**Instructions to follow:**
Only a number is expected: how many lines in these records mention the word "VectorGraphicsFormat"?

**Input records:**
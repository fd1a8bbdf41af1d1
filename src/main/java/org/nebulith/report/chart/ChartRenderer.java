package org.nebulith.report.chart;

import java.awt.Color;
import java.awt.Graphics2D;
import java.awt.RenderingHints;
import java.awt.image.BufferedImage;
import java.io.ByteArrayOutputStream;
import java.io.IOException;
import java.io.OutputStream;
import java.io.UncheckedIOException;
import java.io.InputStream;
import java.nio.charset.StandardCharsets;
import java.nio.file.Path;
import java.util.EnumMap;
import java.util.Map;
import java.util.Set;
import java.util.concurrent.CompletableFuture;

import javax.imageio.IIOImage;
import javax.imageio.ImageIO;
import javax.imageio.ImageTypeSpecifier;
import javax.imageio.ImageWriteParam;
import javax.imageio.ImageWriter;
import javax.imageio.metadata.IIOInvalidTreeException;
import javax.imageio.metadata.IIOMetadata;
import javax.imageio.metadata.IIOMetadataNode;
import javax.imageio.stream.ImageOutputStream;

import org.apache.pdfbox.pdmodel.PDDocument;
import org.apache.pdfbox.pdmodel.PDPage;
import org.apache.pdfbox.pdmodel.PDPageContentStream;
import org.apache.pdfbox.pdmodel.common.PDRectangle;
import org.apache.pdfbox.pdmodel.font.PDType0Font;
import org.knowm.xchart.VectorGraphicsEncoder;
import org.knowm.xchart.internal.chartpart.Chart;
import org.nebulith.files.RunFolder;

import de.rototor.pdfbox.graphics2d.PdfBoxGraphics2D;
import de.rototor.pdfbox.graphics2d.PdfBoxGraphics2DFontTextDrawer;

/**
 * Renders a chart to PNG (at {@link ChartStyle#PNG_DPI}, with the resolution recorded in the
 * file), SVG and PDF (XChart's {@link VectorGraphicsEncoder}). Every file is written through a
 * temporary file and moved into place, so a failed render (missing fonts, say) never leaves an
 * empty or partial file. Requires {@code java.awt.headless=true} on machines without a display.
 */
public final class ChartRenderer {

    private static final double POINTS_PER_INCH = 72.0;
    private static final double METRES_PER_INCH = 0.0254;

    private ChartRenderer() {
    }

    /**
     * A chart written to a run folder.
     *
     * @param baseName file name without extension
     * @param png      the PNG bytes (for embedding in the HTML report)
     * @param files    the written files by format (paths in the run folder's working copy)
     */
    public record Rendered(String baseName, byte[] png, Map<ChartFormat, Path> files) {
    }

    /**
     * Writes {@code baseName.png/.svg/.pdf} (those requested) into a run folder: PNG at
     * {@link ChartStyle#PNG_DPI}, SVG with live text ({@link SvgWriter}), PDF with the chart font
     * embedded (subset) and text kept as text.
     *
     * @param drawing  the chart
     * @param run      the open run folder
     * @param baseName file name without extension (e.g. {@code condensation-curves})
     * @param formats  formats to write; PNG is always rendered (the report embeds it)
     * @return what was written
     */
    public static Rendered write(final Drawing drawing, final RunFolder run, final String baseName,
                                 final Set<ChartFormat> formats) {
        // the three encodings are independent: computed in parallel, then written one after the other
        CompletableFuture<byte[]> png = CompletableFuture.supplyAsync(() -> png(drawing));
        CompletableFuture<byte[]> svg = formats.contains(ChartFormat.SVG)
                ? CompletableFuture.supplyAsync(() -> SvgWriter.write(drawing).getBytes(StandardCharsets.UTF_8)) : null;
        CompletableFuture<byte[]> pdf = formats.contains(ChartFormat.PDF)
                ? CompletableFuture.supplyAsync(() -> pdfBytes(drawing)) : null;
        Map<ChartFormat, Path> files = new EnumMap<>(ChartFormat.class);
        for (ChartFormat format : formats) {
            byte[] bytes = join(format == ChartFormat.PNG ? png : format == ChartFormat.SVG ? svg : pdf);
            files.put(format, run.write(baseName + "." + format.extension(), out -> out.write(bytes)));
        }
        return new Rendered(baseName, join(png), files);
    }

    private static byte[] join(final CompletableFuture<byte[]> f) {
        try {
            return f.join();
        } catch (java.util.concurrent.CompletionException e) {
            if (e.getCause() instanceof RuntimeException r) {
                throw r;
            }
            throw e;
        }
    }

    private static byte[] pdfBytes(final Drawing drawing) {
        ByteArrayOutputStream out = new ByteArrayOutputStream();
        try {
            pdf(drawing, out);
        } catch (IOException e) {
            throw new UncheckedIOException(e);
        }
        return out.toByteArray();
    }

    /**
     * @param drawing the chart
     * @return PNG bytes at {@link ChartStyle#PNG_DPI}
     */
    public static byte[] png(final Drawing drawing) {
        double scale = ChartStyle.PNG_DPI / POINTS_PER_INCH;
        int width = (int) Math.round(drawing.widthPt() * scale);
        int height = (int) Math.round(drawing.heightPt() * scale);
        BufferedImage image = new BufferedImage(width, height, BufferedImage.TYPE_INT_RGB);
        Graphics2D g = image.createGraphics();
        try {
            g.setColor(Color.WHITE);
            g.fillRect(0, 0, width, height);
            g.scale(scale, scale);
            Java2dPainter.paint(drawing, g);
        } finally {
            g.dispose();
        }
        ByteArrayOutputStream bytes = new ByteArrayOutputStream();
        try {
            encodePng(image, bytes);
        } catch (IOException e) {
            throw new UncheckedIOException(e);
        }
        return bytes.toByteArray();
    }

    /**
     * One-page PDF of the chart's size, text as text in the embedded (subset) chart font.
     *
     * @param drawing the chart
     * @param out     destination
     * @throws IOException on failure
     */
    public static void pdf(final Drawing drawing, final OutputStream out) throws IOException {
        try (PDDocument doc = new PDDocument()) {
            float w = (float) drawing.widthPt();
            float h = (float) drawing.heightPt();
            PDPage page = new PDPage(new PDRectangle(w, h));
            doc.addPage(page);
            PdfBoxGraphics2D g = new PdfBoxGraphics2D(doc, w, h);
            PdfBoxGraphics2DFontTextDrawer text = new PdfBoxGraphics2DFontTextDrawer();
            try (InputStream font = Fonts.open()) {
                text.registerFont(Fonts.at(1).getFontName(), PDType0Font.load(doc, font, true));
            }
            g.setFontTextDrawer(text);
            Java2dPainter.paint(drawing, g);
            g.dispose();
            try (PDPageContentStream content = new PDPageContentStream(doc, page)) {
                content.drawForm(g.getXFormObject());
            }
            doc.save(out);
        }
    }

    /**
     * Writes {@code baseName.png/.svg/.pdf} (those requested) into a run folder.
     *
     * @param chart    the chart
     * @param run      the open run folder
     * @param baseName file name without extension (e.g. {@code condensation-curves})
     * @param formats  formats to write; PNG is always rendered (the report embeds it)
     * @return what was written
     */
    public static Rendered write(final Chart<?, ?> chart, final RunFolder run, final String baseName,
                                 final Set<ChartFormat> formats) {
        byte[] png = png(chart);
        Map<ChartFormat, Path> files = new EnumMap<>(ChartFormat.class);
        for (ChartFormat format : formats) {
            String name = baseName + "." + format.extension();
            Path path = format == ChartFormat.PNG
                    ? run.write(name, out -> out.write(png))
                    : run.write(name, out -> vector(chart, format, out));
            files.put(format, path);
        }
        return new Rendered(baseName, png, files);
    }

    /**
     * @param chart the chart
     * @return PNG bytes at {@link ChartStyle#PNG_DPI}
     */
    public static byte[] png(final Chart<?, ?> chart) {
        ByteArrayOutputStream bytes = new ByteArrayOutputStream();
        try {
            writePng(chart, bytes);
        } catch (IOException e) {
            throw new UncheckedIOException(e);
        }
        return bytes.toByteArray();
    }

    /**
     * @param chart  the chart
     * @param format SVG or PDF
     * @param out    destination
     * @throws IOException on failure
     */
    public static void vector(final Chart<?, ?> chart, final ChartFormat format, final OutputStream out)
            throws IOException {
        VectorGraphicsEncoder.VectorGraphicsFormat vg;
        switch (format) {
            case SVG:
                vg = VectorGraphicsEncoder.VectorGraphicsFormat.SVG;
                break;
            case PDF:
                vg = VectorGraphicsEncoder.VectorGraphicsFormat.PDF;
                break;
            default:
                throw new IllegalArgumentException("not a vector format: " + format);
        }
        VectorGraphicsEncoder.saveVectorGraphic(chart, out, vg);
    }

    private static void writePng(final Chart<?, ?> chart, final OutputStream out) throws IOException {
        double scale = ChartStyle.PNG_DPI / POINTS_PER_INCH;
        int width = (int) Math.round(chart.getWidth() * scale);
        int height = (int) Math.round(chart.getHeight() * scale);
        BufferedImage image = new BufferedImage(width, height, BufferedImage.TYPE_INT_RGB);
        Graphics2D g = image.createGraphics();
        try {
            g.setColor(Color.WHITE);
            g.fillRect(0, 0, width, height);
            g.setRenderingHint(RenderingHints.KEY_ANTIALIASING, RenderingHints.VALUE_ANTIALIAS_ON);
            g.setRenderingHint(RenderingHints.KEY_TEXT_ANTIALIASING, RenderingHints.VALUE_TEXT_ANTIALIAS_ON);
            g.setRenderingHint(RenderingHints.KEY_FRACTIONALMETRICS, RenderingHints.VALUE_FRACTIONALMETRICS_ON);
            g.scale(scale, scale);
            chart.paint(g, chart.getWidth(), chart.getHeight());
        } finally {
            g.dispose();
        }
        encodePng(image, out);
    }

    private static void encodePng(final BufferedImage image, final OutputStream out) throws IOException {
        ImageWriter writer = ImageIO.getImageWritersByFormatName("png").next();
        try (ImageOutputStream stream = ImageIO.createImageOutputStream(out)) {
            ImageWriteParam param = writer.getDefaultWriteParam();
            IIOMetadata metadata = writer.getDefaultImageMetadata(ImageTypeSpecifier.createFromRenderedImage(image),
                    param);
            recordDpi(metadata);
            writer.setOutput(stream);
            writer.write(metadata, new IIOImage(image, null, metadata), param);
        } finally {
            writer.dispose();
        }
    }

    private static void recordDpi(final IIOMetadata metadata) throws IIOInvalidTreeException {
        String perMetre = Integer.toString((int) Math.round(ChartStyle.PNG_DPI / METRES_PER_INCH));
        IIOMetadataNode phys = new IIOMetadataNode("pHYs");
        phys.setAttribute("pixelsPerUnitXAxis", perMetre);
        phys.setAttribute("pixelsPerUnitYAxis", perMetre);
        phys.setAttribute("unitSpecifier", "meter");
        IIOMetadataNode root = new IIOMetadataNode("javax_imageio_png_1.0");
        root.appendChild(phys);
        metadata.mergeTree("javax_imageio_png_1.0", root);
    }
}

**Completed task:**
3